日本人女性初のボルドーワイン醸造家、百合草梨紗さんはワイン商から転身「世界一のワインを」【各界の『虎に翼』】

「村の人たちが、なにかことあるごとに助けに来てくれます(笑)」と百合草梨紗さん

連続テレビ小説『虎に翼』(NHK)では、伊藤沙莉が女性弁護士の草分けを熱演している。本誌は、各ジャンルのパイオニアたちに「矜持と苦労」を直撃した。前例のない世界に飛び込んだ彼女たちには、共通する “強い思い” があった――。

「私が日本人で女性であることが興味があるのか、村の人たちが、なにかことあるごとに助けに来てくれます(笑)。まわりのフランス人の生産者からも、いろいろな助言をいただけます」

日本人女性として初めて、ボルドーワインの醸造家となった百合草梨紗(ゆりぐさ・りさ)さん(45)。21歳のとき、フランスワインの生産地・ボルドーへ留学。ワイン商などを経て、2015年にボルドーのサンフィリップデグイ村に1.5ヘクタールのぶどう畑を購入した。

「10年間、ワイン商をしていていたので、いろいろな生産者との信頼関係を築けていました。
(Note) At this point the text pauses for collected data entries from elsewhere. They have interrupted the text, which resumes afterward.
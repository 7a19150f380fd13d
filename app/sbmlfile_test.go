package main

import (
	"os"
	"path/filepath"
	"strings"
	"testing"

	"fyne.io/fyne/v2/test"

	"kinetarium/network/sbml"
)

// File ▸ Import SBML… opens the model as a new model that is not saved,
// and simulates it; a file that cannot be imported leaves the open model
// as it was and says so. Both items are in the File menu.
func TestImportSBMLInWindow(t *testing.T) {
	a := test.NewTempApp(t)
	w := newMainWindow(a, true)
	defer w.win.Close()
	w.ctrl.Deliver = onUI
	found := 0
	for _, it := range w.mainMenu.Items[0].Items {
		if it.Label == "Import SBML…" || it.Label == "Export SBML…" {
			found++
		}
	}
	if found != 2 {
		t.Errorf("the File menu has %d of Import SBML… and Export SBML…", found)
	}
	m := tuneDecayModel()
	m.Title = "decay from SBML"
	data, err := sbml.Encode(m)
	if err != nil {
		t.Fatal(err)
	}
	dir := t.TempDir()
	good := filepath.Join(dir, "decay.xml")
	os.WriteFile(good, data, 0o644)
	onUI(func() { w.importSBML(good) })
	waitFor(t, "the imported model's run", func() bool {
		return w.doc.Model().Title == "decay from SBML" && w.current != nil && !w.ctrl.Running()
	})
	onUI(func() {
		if !w.doc.Dirty() || w.doc.Path != "" {
			t.Errorf("the imported model should be new and unsaved (dirty %v, path %q)", w.doc.Dirty(), w.doc.Path)
		}
	})
	bad := filepath.Join(dir, "bad.xml")
	os.WriteFile(bad, []byte(strings.Replace(string(data), "<listOfSpecies>", "<listOfRules><algebraicRule/></listOfRules><listOfSpecies>", 1)), 0o644)
	onUI(func() { w.importSBML(bad) })
	waitFor(t, "the refusal", func() bool { return strings.Contains(w.status.Text, "Import failed: bad.xml") })
	onUI(func() {
		if w.doc.Model().Title != "decay from SBML" {
			t.Errorf("a failed import replaced the model")
		}
	})
}
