// Command app is the Kinetarium desktop program: it edits a reaction
// network in tables, simulates it and plots the time courses.
//
// Usage:
//
//	app [--model FILE] [--data FILE] [--tab TAB] [--view VIEW] [--plan FILE] [--screenshot OUT.png]
//
// Without --model it opens the default example; an SBML file (.xml or
// .sbml) is imported as by File ▸ Import SBML…. --data loads measurements
// as Data ▸ Load measurements… does. --view diagram shows the network's
// diagram instead of the time course; --view fit opens the Fit to
// measurements window (with the fit plan --plan, if given) and --view
// sensitivity the Sensitivity over time window; with --screenshot these
// run and the picture is of their window. With --screenshot it opens
// the window, runs the model, waits until the plot (or diagram) is drawn, saves a
// picture of the window to OUT.png and exits (status 1 with a message on
// failure, after at most a minute).
package main

import (
	"flag"
	"fmt"
	"os"
	"strings"

	"fyne.io/fyne/v2"
	"fyne.io/fyne/v2/app"

	"kinetarium/assets"
)

// appID identifies the program's preferences (recent files).
const appID = "org.kinetarium.desktop"

func main() {
	model := flag.String("model", "", "model `file` to open, or an SBML file (.xml, .sbml) to import (default: the default example)")
	tab := flag.String("tab", "", "editor `tab` to show first: Reactions, Species, Parameters, Assignments, Events, Compartments or \"Run settings\"")
	shot := flag.String("screenshot", "", "save a picture of the window to `file` (PNG) once the plot is drawn, then exit")
	view := flag.String("view", "", "`view` to show first: \"time course\" (default), diagram, fit or sensitivity")
	data := flag.String("data", "", "measurements `file` (CSV or TSV) to show over the curves")
	plan := flag.String("plan", "", "fit plan `file` (kinetarium.fit/1) for --view fit")
	flag.Parse()
	if flag.NArg() > 0 && *model == "" {
		*model = flag.Arg(0)
	}

	a := app.NewWithID(appID)
	a.Settings().SetTheme(newTheme())
	a.SetIcon(fyne.NewStaticResource("kinetarium.svg", assets.Icon))
	w := newMainWindow(a, *shot != "")
	if *shot != "" {
		w.screenshot(*shot)
	}
	// Look for unsaved work of earlier sessions before opening anything,
	// and offer it once the window shows.
	var recs []recovery
	if *shot == "" {
		recs = w.findRecoveries()
	}
	if err := w.openStart(*model); err != nil {
		if *shot != "" {
			fmt.Fprintln(os.Stderr, "app:", err)
			os.Exit(1)
		}
		w.showError(err)
	}
	if *data != "" && !w.loadMeasurements(*data) && *shot != "" {
		fmt.Fprintf(os.Stderr, "app: %s cannot be read:\n%s\n", *data, w.lastDataProblems)
		os.Exit(1)
	}
	if *tab != "" {
		w.ed.SelectTab(*tab)
	}
	switch strings.ToLower(*view) {
	case "", "time course", "timecourse", "plot":
	case "diagram":
		w.showView(viewDiagram)
	case "fit":
		if err := w.startFitView(*plan, *shot != ""); err != nil {
			fmt.Fprintln(os.Stderr, "app:", err)
			os.Exit(1)
		}
	case "sensitivity":
		if err := w.startSensitivityView(*shot != ""); err != nil {
			fmt.Fprintln(os.Stderr, "app:", err)
			os.Exit(1)
		}
	default:
		fmt.Fprintf(os.Stderr, "app: unknown view %q; expected \"time course\", diagram, fit or sensitivity\n", *view)
		os.Exit(2)
	}
	w.offerRecovery(recs)
	w.win.Resize(fyne.NewSize(1280, 800))
	w.win.ShowAndRun()
	os.Exit(w.exitCode)
}
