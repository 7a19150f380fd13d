package main

import (
	"image/color"

	"fyne.io/fyne/v2"
	"fyne.io/fyne/v2/theme"
)

// kinTheme is the default light theme with a calmer primary colour and
// slightly tighter spacing, for a dense, tool-like window.
type kinTheme struct{ fyne.Theme }

func newTheme() fyne.Theme { return kinTheme{theme.DefaultTheme()} }

// Color uses a muted teal as the primary colour and the light variant.
func (t kinTheme) Color(n fyne.ThemeColorName, _ fyne.ThemeVariant) color.Color {
	switch n {
	case theme.ColorNamePrimary:
		return color.NRGBA{R: 0x1f, G: 0x6f, B: 0x78, A: 0xff}
	case theme.ColorNameFocus:
		return color.NRGBA{R: 0x1f, G: 0x6f, B: 0x78, A: 0x80}
	case theme.ColorNameSelection:
		return color.NRGBA{R: 0x1f, G: 0x6f, B: 0x78, A: 0x30}
	}
	return t.Theme.Color(n, theme.VariantLight)
}

// Size tightens padding a little.
func (t kinTheme) Size(n fyne.ThemeSizeName) float32 {
	switch n {
	case theme.SizeNamePadding:
		return 3
	case theme.SizeNameInnerPadding:
		return 6
	case theme.SizeNameText:
		return 13
	}
	return t.Theme.Size(n)
}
本当に条件のよい畑は、なかなか情報すら入ってこないのですが、夫がフランス人だったこともあり、最高の条件の畑が手に入りました」

そして2016年、殺虫剤、殺菌剤、農薬などをいっさい使用しないオーガニック農法とビオディナミ農法でつくったワイン「シャトージンコ」をリリースした。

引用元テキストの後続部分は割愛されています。